(Stored data)
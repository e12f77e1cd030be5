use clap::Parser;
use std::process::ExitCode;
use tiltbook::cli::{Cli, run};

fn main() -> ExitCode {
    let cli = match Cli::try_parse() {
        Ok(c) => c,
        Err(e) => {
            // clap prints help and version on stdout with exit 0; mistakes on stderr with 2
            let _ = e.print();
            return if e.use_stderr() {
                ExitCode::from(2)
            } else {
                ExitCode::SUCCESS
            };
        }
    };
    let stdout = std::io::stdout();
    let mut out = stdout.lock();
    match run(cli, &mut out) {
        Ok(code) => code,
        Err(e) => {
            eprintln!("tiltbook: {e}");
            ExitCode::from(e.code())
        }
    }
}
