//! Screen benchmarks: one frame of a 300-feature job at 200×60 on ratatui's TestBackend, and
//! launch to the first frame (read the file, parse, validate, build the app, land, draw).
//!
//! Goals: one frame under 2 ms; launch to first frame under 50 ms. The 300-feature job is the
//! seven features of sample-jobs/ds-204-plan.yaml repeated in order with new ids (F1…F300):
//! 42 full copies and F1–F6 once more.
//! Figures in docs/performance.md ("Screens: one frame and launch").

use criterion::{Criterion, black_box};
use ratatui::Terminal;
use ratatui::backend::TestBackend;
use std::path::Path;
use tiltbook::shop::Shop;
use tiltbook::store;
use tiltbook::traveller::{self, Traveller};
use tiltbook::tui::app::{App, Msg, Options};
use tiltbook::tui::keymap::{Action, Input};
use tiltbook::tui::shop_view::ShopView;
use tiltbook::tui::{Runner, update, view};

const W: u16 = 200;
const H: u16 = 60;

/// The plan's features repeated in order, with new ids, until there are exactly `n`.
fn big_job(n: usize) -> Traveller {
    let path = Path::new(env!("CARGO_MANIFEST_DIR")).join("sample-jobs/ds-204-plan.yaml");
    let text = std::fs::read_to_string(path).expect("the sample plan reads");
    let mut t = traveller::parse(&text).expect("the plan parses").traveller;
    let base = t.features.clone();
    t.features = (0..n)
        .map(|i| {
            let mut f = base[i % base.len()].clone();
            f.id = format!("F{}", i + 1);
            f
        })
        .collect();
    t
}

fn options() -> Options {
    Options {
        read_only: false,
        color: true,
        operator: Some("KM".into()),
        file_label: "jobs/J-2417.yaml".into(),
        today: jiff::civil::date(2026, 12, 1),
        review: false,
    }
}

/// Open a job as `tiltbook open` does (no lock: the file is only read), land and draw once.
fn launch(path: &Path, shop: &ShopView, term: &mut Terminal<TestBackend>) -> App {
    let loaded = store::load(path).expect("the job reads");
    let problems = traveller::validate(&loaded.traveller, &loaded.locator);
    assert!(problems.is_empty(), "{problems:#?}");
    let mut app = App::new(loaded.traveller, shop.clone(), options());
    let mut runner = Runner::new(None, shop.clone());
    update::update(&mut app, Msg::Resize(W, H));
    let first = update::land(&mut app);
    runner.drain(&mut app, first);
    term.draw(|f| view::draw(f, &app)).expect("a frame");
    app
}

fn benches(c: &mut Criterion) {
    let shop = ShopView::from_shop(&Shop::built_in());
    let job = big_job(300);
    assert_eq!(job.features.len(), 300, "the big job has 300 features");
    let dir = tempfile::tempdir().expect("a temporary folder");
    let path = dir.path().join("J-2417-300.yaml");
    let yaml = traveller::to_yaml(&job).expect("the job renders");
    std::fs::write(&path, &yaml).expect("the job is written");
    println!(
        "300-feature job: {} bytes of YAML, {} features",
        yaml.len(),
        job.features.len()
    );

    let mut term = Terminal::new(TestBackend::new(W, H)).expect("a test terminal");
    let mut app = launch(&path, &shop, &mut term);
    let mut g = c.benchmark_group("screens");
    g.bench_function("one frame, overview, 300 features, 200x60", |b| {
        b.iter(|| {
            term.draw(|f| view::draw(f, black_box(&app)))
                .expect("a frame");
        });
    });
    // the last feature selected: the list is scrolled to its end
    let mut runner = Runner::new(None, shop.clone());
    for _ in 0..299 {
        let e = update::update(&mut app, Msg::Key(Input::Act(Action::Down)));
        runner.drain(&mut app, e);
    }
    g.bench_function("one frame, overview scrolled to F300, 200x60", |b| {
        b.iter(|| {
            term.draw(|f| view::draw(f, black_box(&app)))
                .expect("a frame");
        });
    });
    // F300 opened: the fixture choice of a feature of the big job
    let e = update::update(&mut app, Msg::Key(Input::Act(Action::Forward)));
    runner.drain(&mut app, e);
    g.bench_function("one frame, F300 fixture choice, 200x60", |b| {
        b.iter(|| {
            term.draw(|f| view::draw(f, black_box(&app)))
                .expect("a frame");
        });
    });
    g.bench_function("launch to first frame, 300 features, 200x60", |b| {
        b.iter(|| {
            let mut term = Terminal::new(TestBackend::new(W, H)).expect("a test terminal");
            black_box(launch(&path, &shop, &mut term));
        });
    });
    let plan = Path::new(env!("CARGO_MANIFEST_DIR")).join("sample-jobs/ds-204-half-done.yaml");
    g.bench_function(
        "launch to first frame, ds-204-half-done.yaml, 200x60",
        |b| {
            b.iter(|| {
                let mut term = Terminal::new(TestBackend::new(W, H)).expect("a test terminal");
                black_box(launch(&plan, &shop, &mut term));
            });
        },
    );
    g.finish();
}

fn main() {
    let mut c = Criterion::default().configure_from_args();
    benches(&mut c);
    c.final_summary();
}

Exercise instructions> Each line of the records must be reproduced exactly.

Task output>
repository e12f77e1cd030be5
use clap::Parser;
use std::process::ExitCode;
use tiltbook::cli::{Cli, run};

fn main() -> ExitCode {
    let cli = match Cli::try_parse() {
        Ok(c) => c,
        Err(e) => {
            // clap prints help and version on stdout with exit 0; mistakes on stderr with 2
            let _ = e.print();
            return if e.use_stderr() {
                ExitCode::from(2)
            } else {
                ExitCode::SUCCESS
            };
        }
    };
    let stdout = std::io::stdout();
    let mut out = stdout.lock();
    match run(cli, &mut out) {
        Ok(code) => code,
        Err(e) => {
            eprintln!("tiltbook: {e}");
            ExitCode::from(e.code())
        }
    }
}
//! Screen benchmarks: one frame of a 300-feature job at 200×60 on ratatui's TestBackend, and
//! launch to the first frame (read the file, parse, validate, build the app, land, draw).
//!
//! Goals: one frame under 2 ms; launch to first frame under 50 ms. The 300-feature job is the
//! seven features of sample-jobs/ds-204-plan.yaml repeated in order with new ids (F1…F300):
//! 42 full copies and F1–F6 once more.
//! Figures in docs/performance.md ("Screens: one frame and launch").

use criterion::{Criterion, black_box};
use ratatui::Terminal;
use ratatui::backend::TestBackend;
use std::path::Path;
use tiltbook::shop::Shop;
use tiltbook::store;
use tiltbook::traveller::{self, Traveller};
use tiltbook::tui::app::{App, Msg, Options};
use tiltbook::tui::keymap::{Action, Input};
use tiltbook::tui::shop_view::ShopView;
use tiltbook::tui::{Runner, update, view};

const W: u16 = 200;
const H: u16 = 60;

/// The plan's features repeated in order, with new ids, until there are exactly `n`.
fn big_job(n: usize) -> Traveller {
    let path = Path::new(env!("CARGO_MANIFEST_DIR")).join("sample-jobs/ds-204-plan.yaml");
    let text = std::fs::read_to_string(path).expect("the sample plan reads");
    let mut t = traveller::parse(&text).expect("the plan parses").traveller;
    let base = t.features.clone();
    t.features = (0..n)
        .map(|i| {
            let mut f = base[i % base.len()].clone();
            f.id = format!("F{}", i + 1);
            f
        })
        .collect();
    t
}

fn options() -> Options {
    Options {
        read_only: false,
        color: true,
        operator: Some("KM".into()),
        file_label: "jobs/J-2417.yaml".into(),
        today: jiff::civil::date(2026, 12, 1),
        review: false,
    }
}

/// Open a job as `tiltbook open` does (no lock: the file is only read), land and draw once.
fn launch(path: &Path, shop: &ShopView, term: &mut Terminal<TestBackend>) -> App {
    let loaded = store::load(path).expect("the job reads");
    let problems = traveller::validate(&loaded.traveller, &loaded.locator);
    assert!(problems.is_empty(), "{problems:#?}");
    let mut app = App::new(loaded.traveller, shop.clone(), options());
    let mut runner = Runner::new(None, shop.clone());
    update::update(&mut app, Msg::Resize(W, H));
    let first = update::land(&mut app);
    runner.drain(&mut app, first);
    term.draw(|f| view::draw(f, &app)).expect("a frame");
    app
}

fn benches(c: &mut Criterion) {
    let shop = ShopView::from_shop(&Shop::built_in());
    let job = big_job(300);
    assert_eq!(job.features.len(), 300, "the big job has 300 features");
    let dir = tempfile::tempdir().expect("a temporary folder");
    let path = dir.path().join("J-2417-300.yaml");
    let yaml = traveller::to_yaml(&job).expect("the job renders");
    std::fs::write(&path, &yaml).expect("the job is written");
    println!(
        "300-feature job: {} bytes of YAML, {} features",
        yaml.len(),
        job.features.len()
    );

    let mut term = Terminal::new(TestBackend::new(W, H)).expect("a test terminal");
    let mut app = launch(&path, &shop, &mut term);
    let mut g = c.benchmark_group("screens");
    g.bench_function("one frame, overview, 300 features, 200x60", |b| {
        b.iter(|| {
            term.draw(|f| view::draw(f, black_box(&app)))
                .expect("a frame");
        });
    });
    // the last feature selected: the list is scrolled to its end
    let mut runner = Runner::new(None, shop.clone());
    for _ in 0..299 {
        let e = update::update(&mut app, Msg::Key(Input::Act(Action::Down)));
        runner.drain(&mut app, e);
    }
    g.bench_function("one frame, overview scrolled to F300, 200x60", |b| {
        b.iter(|| {
            term.draw(|f| view::draw(f, black_box(&app)))
                .expect("a frame");
        });
    });
    // F300 opened: the fixture choice of a feature of the big job
    let e = update::update(&mut app, Msg::Key(Input::Act(Action::Forward)));
    runner.drain(&mut app, e);
    g.bench_function("one frame, F300 fixture choice, 200x60", |b| {
        b.iter(|| {
            term.draw(|f| view::draw(f, black_box(&app)))
                .expect("a frame");
        });
    });
    g.bench_function("launch to first frame, 300 features, 200x60", |b| {
        b.iter(|| {
            let mut term = Terminal::new(TestBackend::new(W, H)).expect("a test terminal");
            black_box(launch(&path, &shop, &mut term));
        });
    });
    let plan = Path::new(env!("CARGO_MANIFEST_DIR")).join("sample-jobs/ds-204-half-done.yaml");
    g.bench_function(
        "launch to first frame, ds-204-half-done.yaml, 200x60",
        |b| {
            b.iter(|| {
                let mut term = Terminal::new(TestBackend::new(W, H)).expect("a test terminal");
                black_box(launch(&plan, &shop, &mut term));
            });
        },
    );
    g.finish();
}

fn main() {
    let mut c = Criterion::default().configure_from_args();
    benches(&mut c);
    c.final_summary();
}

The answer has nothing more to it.